By Dr. John D. Eigenauer
June 16, 2006

Some years ago, a friend of mine who was the general manager of a minor league baseball team led me into the bullpen to watch that night’s starter warm up. He was perhaps 6’ 4” and 220 pounds, left handed, shaggy, and mean. As I walked carefully along the edge of the pen, I didn’t see the first pitch, but I heard it whistle by and explode into the catcher’s mitt. I was startled, my curiosity was up, and I could hardly wait to see the second pitch. The next fastball made the same sublime noise, located perfectly on the black. I thought to myself, “Geez, if this is warm-ups…” The pitcher got more into his routine and started breaking off sliders in the same fashion, each one biting hard at the last moment and grabbing the edge of the plate. There was no doubt in my mind that this guy was headed to The Show.

As we walked back to my friend’s office, I told him that I had never seen anything like what I had just seen and that this kid was going to be a star. “He’ll never make it,” he replied.
“You’re nuts,” I said.
“Nope,” he replied calmly, “he’s a head case. He falls apart at the first error and he has no guts.” My friend was right—he never made it out of A ball.

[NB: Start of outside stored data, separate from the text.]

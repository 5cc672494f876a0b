/** Where and how bright: a body's compass direction and altitude at a moment, and its magnitude. */
import type { ElementContent } from 'hast';
import type { Body } from '../../../core/body.ts';
import { compass, fists } from '../../../core/describe.ts';
import type { EventTime } from '../../../core/events.ts';
import { addDays, formatInstant, zonedTime } from '../../../core/time.ts';
import type { Visibility } from '../../../models/visibility.ts';
import type { ClockTime } from '../attributes.ts';
import { el, exact } from '../format.ts';
import { BODY, DIGITS, NIGHT, bodyOf, classes, digitsOf, missingElement, missingText, nightDate, notVisible, showsBody, wordsOf, type PlaceholderCall, type PlaceholderSpec } from './call.ts';
import { RISE_PHRASES, SET_PHRASES, TRANSIT_PHRASES, type MissingPhrases } from './phrases.ts';

/** The instant of a moment attribute on the placeholder's night: a rise/transit/set event or a clock time. */
function momentOf(call: PlaceholderCall, body: Body): { event: EventTime; at: string; visibility?: Visibility } {
  const moment = call.attrs.get('at') as string | ClockTime;
  if (moment === 'best') {
    const v = call.week.bodyNight(call.night, body).visibility;
    return { event: v.best ? { time: v.best.time } : { time: null, reason: 'always-below' }, at: 'best', visibility: v };
  }
  if (typeof moment === 'string') {
    const bn = call.week.bodyNight(call.night, body);
    const event = moment === 'rise' ? bn.rise : moment === 'set' ? bn.set : bn.transit;
    return { event, at: moment };
  }
  // Clock times before noon belong to the morning after the evening date.
  const date = moment.hour < 12 ? addDays(nightDate(call), 1) : nightDate(call);
  const label = `${String(moment.hour).padStart(2, '0')}:${String(moment.minute).padStart(2, '0')}`;
  return { event: { time: zonedTime(date, moment.hour, moment.minute, call.site.timeZone) }, at: label };
}

function momentPhrases(at: string): MissingPhrases {
  return at === 'rise' ? RISE_PHRASES : at === 'set' ? SET_PHRASES : TRANSIT_PHRASES;
}

function direction(call: PlaceholderCall): ElementContent {
  const body = bodyOf(call);
  const { event, at, visibility } = momentOf(call, body);
  if (visibility && !visibility.best) return notVisible(call, body, visibility, { dataAt: at });
  if (!event.time) return missingElement(call, event.reason, missingText(call, momentPhrases(at), event.reason), { dataBody: body.id, dataAt: at });
  const o = call.week.observe(body, event.time);
  const style = call.attrs.get('style') as string;
  const point = compass(o.azimuthDeg, wordsOf(call));
  let words = style === 'short' ? point.abbreviation : style === 'degrees' ? `${wordsOf(call).number(o.azimuthDeg, 0)}°` : point.word;
  if (typeof call.attrs.get('at') !== 'string' && o.altitudeDeg < 0) words += ' (below the horizon then)';
  return el(
    'data',
    { ...classes(call), value: exact(o.azimuthDeg, 2), dataBody: body.id, dataAt: at, dataAzimuthDeg: exact(o.azimuthDeg, 3), dataAltitudeDeg: exact(o.altitudeDeg, 3), dataTime: formatInstant(event.time, call.site.timeZone) },
    words,
  );
}

function altitude(call: PlaceholderCall): ElementContent {
  const body = bodyOf(call);
  const { event, at, visibility } = momentOf(call, body);
  if (visibility && !visibility.best) return notVisible(call, body, visibility, { dataAt: at });
  if (!event.time) return missingElement(call, event.reason, missingText(call, momentPhrases(at), event.reason), { dataBody: body.id, dataAt: at });
  const o = call.week.observe(body, event.time);
  const digits = digitsOf(call, 0);
  const lang = wordsOf(call);
  const deg = `${lang.number(o.altitudeDeg, digits)}°`;
  const words = o.altitudeDeg < 0 ? lang.t('ph.altitude-below', { degrees: deg }) : lang.t('ph.altitude', { degrees: deg, hand: lang.handMeasure(Number(o.altitudeDeg.toFixed(digits))) });
  return el(
    'data',
    { ...classes(call, ...(o.altitudeDeg < 0 ? ['gl-below'] : [])), value: exact(o.altitudeDeg, 2), dataBody: body.id, dataAt: at, dataAltitudeDeg: exact(o.altitudeDeg, 3), dataFists: String(fists(o.altitudeDeg)), dataTime: formatInstant(event.time, call.site.timeZone) },
    words,
  );
}

function magnitude(call: PlaceholderCall): ElementContent {
  const body = bodyOf(call);
  const m = call.week.magnitudes(body);
  const digits = digitsOf(call, 1);
  const band = m.brightest !== Math.min(...m.values) || m.faintest !== Math.max(...m.values) ? { dataBrightest: exact(m.brightest, 2), dataFaintest: exact(m.faintest, 2) } : {};
  if (call.given.has('night')) {
    const v = m.values[call.night]!;
    return el('data', { ...classes(call), value: exact(v, 2), dataBody: body.id, dataNight: nightDate(call), ...band }, wordsOf(call).number(v, digits));
  }
  const first = m.values[0]!;
  const last = m.values[6]!;
  const a = wordsOf(call).number(first, digits);
  const b = wordsOf(call).number(last, digits);
  const lo = Math.min(...m.values);
  const hi = Math.max(...m.values);
  // A range only when the week's change reaches one unit of the last digit shown (rounding alone must not make one).
  const text = hi - lo < 10 ** -digits || a === b ? a : wordsOf(call).t('ph.magnitude-range', { first: a, last: b });
  return el(
    'data',
    { ...classes(call), value: exact(first, 2), dataBody: body.id, dataWeek: call.week.week.id, dataMagnitudeFirst: exact(first, 2), dataMagnitudeLast: exact(last, 2), dataMagnitudeMin: exact(lo, 2), dataMagnitudeMax: exact(hi, 2), ...band },
    text,
  );
}

export const POSITION_PLACEHOLDERS: PlaceholderSpec[] = [
  {
    name: 'direction',
    shows: showsBody,
    form: 'inline',
    slot: true,
    summary: 'compass direction of a body at a moment',
    attributes: {
      body: BODY,
      at: { type: { kind: 'moment', values: ['best', 'rise', 'transit', 'set'] }, required: true, doc: 'the moment (a clock time before 12:00 is the next morning)', need: 'err.need-moment' },
      style: { type: { kind: 'choice', values: ['word', 'short', 'degrees'] }, default: 'word', doc: 'west-southwest, WSW or 247°' },
      night: NIGHT,
    },
    example: ':direction{body=jupiter at=best}',
    render: direction,
  },
  {
    name: 'altitude',
    shows: showsBody,
    form: 'inline',
    slot: true,
    summary: 'height above the horizon in degrees and fists (apparent, with refraction)',
    attributes: {
      body: BODY,
      at: { type: { kind: 'moment', values: ['best', 'transit'] }, required: true, doc: 'the moment (a clock time before 12:00 is the next morning)', need: 'err.need-moment' },
      precision: DIGITS(0),
      night: NIGHT,
    },
    example: ':altitude{body=jupiter at=21:00}',
    render: altitude,
  },
  { name: 'magnitude', form: 'inline', summary: 'expected magnitude: over the week (a range when it changes), or on one night', attributes: { body: BODY, night: { ...NIGHT, default: 'the whole week' }, precision: DIGITS(1) }, example: ':magnitude{body=mars}', shows: showsBody, render: magnitude },
];
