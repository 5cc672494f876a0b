/**
 * The phrases placeholders print when an event does not happen, and the Moon's phase names as
 * words inside a sentence.
 */
import type { MissingReason } from '../../../core/events.ts';
import { PHASE_LABEL } from '../../../core/moon.ts';

export const RISE_PHRASES: Record<MissingReason, string> = {
  'always-below': 'does not rise this night',
  'always-above': 'stays up all night',
  'outside-night': 'does not rise this night',
  'stays-above': 'stays up all night',
  'stays-below': 'does not rise this night',
};
export const SET_PHRASES: Record<MissingReason, string> = {
  ...RISE_PHRASES,
  'always-above': 'does not set this night',
  'outside-night': 'does not set this night',
  'stays-above': 'does not set this night',
};
export const TRANSIT_PHRASES: Record<MissingReason, string> = {
  'always-below': 'does not cross the meridian this night',
  'always-above': 'does not cross the meridian this night',
  'outside-night': 'does not cross the meridian this night',
  'stays-above': 'does not cross the meridian this night',
  'stays-below': 'does not cross the meridian this night',
};
export const SUN_PHRASES: Record<MissingReason, string> = {
  'always-above': 'the Sun stays up all night',
  'stays-above': 'the Sun stays up all night',
  'always-below': 'the Sun stays below the horizon all day',
  'stays-below': 'the Sun stays below the horizon all day',
  'outside-night': 'not during this night',
};
export const TWILIGHT_DEPTH_DEG = { civil: 6, nautical: 12, astronomical: 18 } as const;
export type TwilightKind = keyof typeof TWILIGHT_DEPTH_DEG;

export function twilightPhrases(kind: TwilightKind): Record<MissingReason, string> {
  const depth = TWILIGHT_DEPTH_DEG[kind];
  const light = `no ${kind} darkness this night: the Sun stays less than ${depth}° below the horizon`;
  const dark = `dark all day: the Sun stays more than ${depth}° below the horizon`;
  return { 'stays-above': light, 'always-above': light, 'stays-below': dark, 'always-below': dark, 'outside-night': 'not during this night' };
}


export const PHASE_WORDS: Record<keyof typeof PHASE_LABEL, string> = Object.fromEntries(
  Object.entries(PHASE_LABEL).map(([k, v]) => [k, v.charAt(0).toLowerCase() + v.slice(1)]),
) as Record<keyof typeof PHASE_LABEL, string>;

I tell this story because it is part of the long debate about what matters most in baseball, which is what Three Nights in August is about. Does heart matter when you are trying to win games? Or is every game statistically reducible? Is there some rule—such as the sabermetrician’s that nothing is worth more than an out—that needs to be lashed to the mast of strategy? Or do intangibles matter? Should strategies be employed at times that defy the predictions of numerical analysis? Will the desire to win carry teams and players beyond their standard capabilities? Does chemistry matter? Does the squeeze bunt ever make sense in the third inning?

LaRussa

Tony LaRussa, seen here in his days as the White Sox skipper, is the star of this book.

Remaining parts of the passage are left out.